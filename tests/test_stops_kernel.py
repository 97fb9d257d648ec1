"""The Rust stop-interval kernel against the NumPy implementation it replaced.

Expected values everywhere in this file come from ``tests/stops_reference.py`` (the NumPy
``find_stops`` kept verbatim); tolerance: exact (the same first row, last row and track of every
stop, compared as integer arrays).
"""

import doctest

import numpy as np
import osculate as osc
import osculate.stops
import pytest
import stops_reference
from osculate.stops import find_stops
from test_stops import track
from test_trust import _stop_and_go

STOPPED, INVALID = int(osc.Flag.STOPPED), int(osc.Flag.INVALID)
OTHER_BITS = int(osc.Flag.STRAIGHT | osc.Flag.EDGE | osc.Flag.GAP | osc.Flag.VAGUE)


def reference(t, x, flags, offsets, noise, min_stop):
    """The NumPy result, with ``min_stop=inf`` meaning no stops (``intrinsic._find_stops``)."""
    if min_stop == np.inf:
        return (np.zeros(0, np.intp),) * 3
    # Overflowing sums give inf − inf in the reference's differences: warnings only.
    with np.errstate(over="ignore", invalid="ignore"):
        return stops_reference.find_stops(t, x, flags, offsets, noise, min_stop)


def assert_same(t, x, flags, offsets, noise, min_stop=None):
    """Kernel == reference, exactly; returns the stops found."""
    args = (t, x, flags, np.asarray(offsets), np.asarray(noise, float), min_stop)
    got = find_stops(*args)
    want = reference(*args)
    for g, w, name in zip(got, want, ("first", "last", "track")):
        assert g.dtype == np.int64, name
        np.testing.assert_array_equal(g, w, err_msg=name)  # exact, from the reference
    return got


# (a) The scenarios of tests/test_stops.py, and the invented stop-and-go vehicle of
# tests/test_trust.py with the flags and noise the kinematics give it.


def scenarios():
    yield (*track(100, range(20, 40)), [0, 100], [np.nan], None)
    yield (*track(100, [*range(20, 30), *range(32, 46)]), [0, 100], [np.nan], None)
    yield (*track(100, [*range(20, 30), *range(33, 46)]), [0, 100], [np.nan], None)
    yield (*track(100, range(20, 26)), [0, 100], [np.nan], None)
    yield (*track(100, range(20, 25)), [0, 100], [np.nan], None)
    yield (*track(100, range(20, 25)), [0, 100], [np.nan], 4.0)
    yield (*track(100, range(20, 40)), [0, 100], [np.nan], 19.5)
    t, x, flags = track(100, range(40, 60))
    t[50:] -= 50.0
    yield t, x, flags, [0, 50, 100], [np.nan, np.nan], None
    yield (*track(100, range(20, 60), extra=(range(38, 41), INVALID)), [0, 100], [np.nan], None)
    t, x, flags = track(100, range(20, 40))
    x[20:40, 0] = 20.0
    x[20:22, 0] = 19.95
    yield t, x, flags, [0, 100], [0.01], None
    yield t, x, flags, [0, 100], [np.nan], None
    t, x, flags = track(100, range(20, 40))
    x[20:40] = [3.0, 4.0]
    yield t, x, flags, [0, 100], [0.01], None


@pytest.mark.parametrize("case", list(scenarios()))
def test_the_scenarios_of_test_stops(case):
    assert_same(*case)


@pytest.mark.parametrize("seed", [1, 7, 77])
def test_stop_and_go_vehicle(seed):
    t, x, _, _ = _stop_and_go(np.random.default_rng(seed))
    # min_stop=inf: the flags before any stop is held, as find_stops sees them.
    k = osc.kinematics(t, x, method="smooth", min_stop=np.inf)
    flags, noise = k.flags.astype(np.uint8), np.asarray(k.fit_info["noise"], float)
    found = assert_same(t, x, flags, [0, len(t)], noise)
    assert len(found[0]) == 2  # the scenario's two stops (tests/test_trust.py)
    for min_stop in (None, 0.0, 3.0, 7.0):
        assert_same(t, x, flags, [0, len(t)], noise, min_stop)
        assert_same(t, x, flags, [0, len(t)], [np.nan], min_stop)


# (b) A seeded randomized battery.


def random_batch(rng):
    """Tracks of 0–3 or more samples: STOPPED/moving/INVALID runs, positions held or drifting."""
    dim = int(rng.choice([1, 2, 3], p=[0.1, 0.6, 0.3]))
    m = int(rng.integers(1, 6))
    lengths = [
        int(rng.integers(0, 4)) if rng.random() < 0.3 else int(rng.integers(4, 120))
        for _ in range(m)
    ]
    sigma = float(rng.choice([0.0, 0.01, 0.05]))
    places = rng.normal(0, 20, (3, dim))  # a few places that stops come back to
    ts, xs, fs = [], [], []
    for n in lengths:
        t = np.cumsum(rng.uniform(0.05, 1.5, n)) - 10.0
        x = np.empty((n, dim))
        f = np.zeros(n, np.uint8)
        here = places[rng.integers(0, 3)].copy()
        i = 0
        while i < n:
            run = int(rng.integers(1, 15))
            stopped = rng.random() < 0.55
            rows = slice(i, min(n, i + run))
            k = rows.stop - rows.start
            if stopped:
                if rng.random() < 0.4:
                    here = places[rng.integers(0, 3)].copy()
                x[rows] = here + sigma * rng.standard_normal((k, dim))
                if rng.random() < 0.2:  # speed ringing: a stopped run still drifting a little
                    x[rows] += np.cumsum(rng.normal(0, 0.05, (k, dim)), axis=0)
                f[rows] = STOPPED
            else:
                step = rng.normal(0, 1.0, dim) * rng.choice([0.001, 0.05, 1.0])
                x[rows] = here + np.arange(1, k + 1)[:, None] * step
                here = x[rows.stop - 1].copy()
            i = rows.stop
        f |= (rng.random(n) < 0.3).astype(np.uint8) * np.uint8(OTHER_BITS & rng.integers(0, 64))
        bad = rng.random(n) < 0.04
        f[bad] |= INVALID
        x[bad & (rng.random(n) < 0.7)] = np.nan
        x[rng.random(n) < 0.01, 0] = np.inf
        ts.append(t)
        xs.append(x)
        fs.append(f)
    offsets = np.concatenate([[0], np.cumsum(lengths)]).astype(np.int64)
    noise = rng.choice([np.nan, np.inf, 0.0, 0.005, 0.01, 0.03, 0.2], m)
    return np.concatenate(ts), np.concatenate(xs), np.concatenate(fs), offsets, noise


def test_randomized_battery():
    rng = np.random.default_rng(20261205)
    stops = with_noise = changed_by_noise = changed_by_min = 0
    for _ in range(400):
        t, x, flags, offsets, noise = random_batch(rng)
        for min_stop in (None, 0.0, float(rng.uniform(0, 8)), np.inf):
            got = assert_same(t, x, flags, offsets, noise, min_stop)
            unknown = assert_same(t, x, flags, offsets, np.full(len(noise), np.nan), min_stop)
            stops += len(got[0])
            with_noise += len(got[0]) > 0 and np.isfinite(noise).any()
            changed_by_noise += len(got[0]) != len(unknown[0]) or (got[0] != unknown[0]).any()
        changed_by_min += len(find_stops(t, x, flags, offsets, noise, 0.0)[0]) != len(
            find_stops(t, x, flags, offsets, noise)[0]
        )
    # The battery reaches the rules: many stops, the noise (joining, trimming, merging by place)
    # and min_stop changing the answer in many cases.
    assert stops > 1000 and with_noise > 300 and changed_by_noise > 100 and changed_by_min > 100


# (c) Coordinates near 1e300.


def test_coordinates_near_1e300():
    # A stop held at (1e300, −2e300) with jitter 1e297, its first two samples 2e299 short in x:
    # centre 2e298 short, radius three noise levels 3e298. The reference keeps rows 22..39 and
    # trims the two with scale-safe distances (a sum of squares would overflow to inf and hold
    # nothing).
    rng = np.random.default_rng(5)
    n = 60
    t = np.arange(n, dtype=float)
    centre = np.array([1e300, -2e300])
    x = centre + np.outer(t - 30, [1e299, 1e299])
    x[20:40] = centre + 1e297 * rng.standard_normal((20, 2))
    x[20:22, 0] -= 2e299
    flags = np.zeros(n, np.uint8)
    flags[20:40] = STOPPED
    got = assert_same(t, x, flags, [0, n], [1e298])
    assert got[0].tolist() == [22] and got[1].tolist() == [39]
    # Near the largest double (some rows overflow to ±inf): sums overflow, the centres are inf
    # or NaN; still the same.
    with np.errstate(over="ignore"):
        huge = x * 1e8
    assert not np.isfinite(huge).all()
    for noise in (1e306, np.nan):
        assert_same(t, huge, flags, [0, n], [noise])
        assert_same(t, huge, flags, [0, n], [noise], 0.0)


def test_min_stop_is_checked_by_the_kernel():
    t, x, _ = track(30, range(5, 20))
    for bad in (-1.0, np.nan, -np.inf):
        with pytest.raises(osc.InputError, match=r"min_stop: must be >= 0 \(inf: none\)") as e:
            osc.kinematics(t, x, min_stop=bad)
        assert e.value.argument == "min_stop"
    with pytest.raises(TypeError, match="min_stop"):
        osc.kinematics(t, x, min_stop="3")
    assert len(osc.kinematics(t, x * 0, min_stop=np.inf).stops) == 0


def test_docstring_examples():
    assert doctest.testmod(osculate.stops).failed == 0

######

* **Your assignment**
The answer must consist of each line in the entries above that includes "asarray".

* **Exercise answer**
    args = (t, x, flags, np.asarray(offsets), np.asarray(noise, float), min_stop)
    flags, noise = k.flags.astype(np.uint8), np.asarray(k.fit_info["noise"], float)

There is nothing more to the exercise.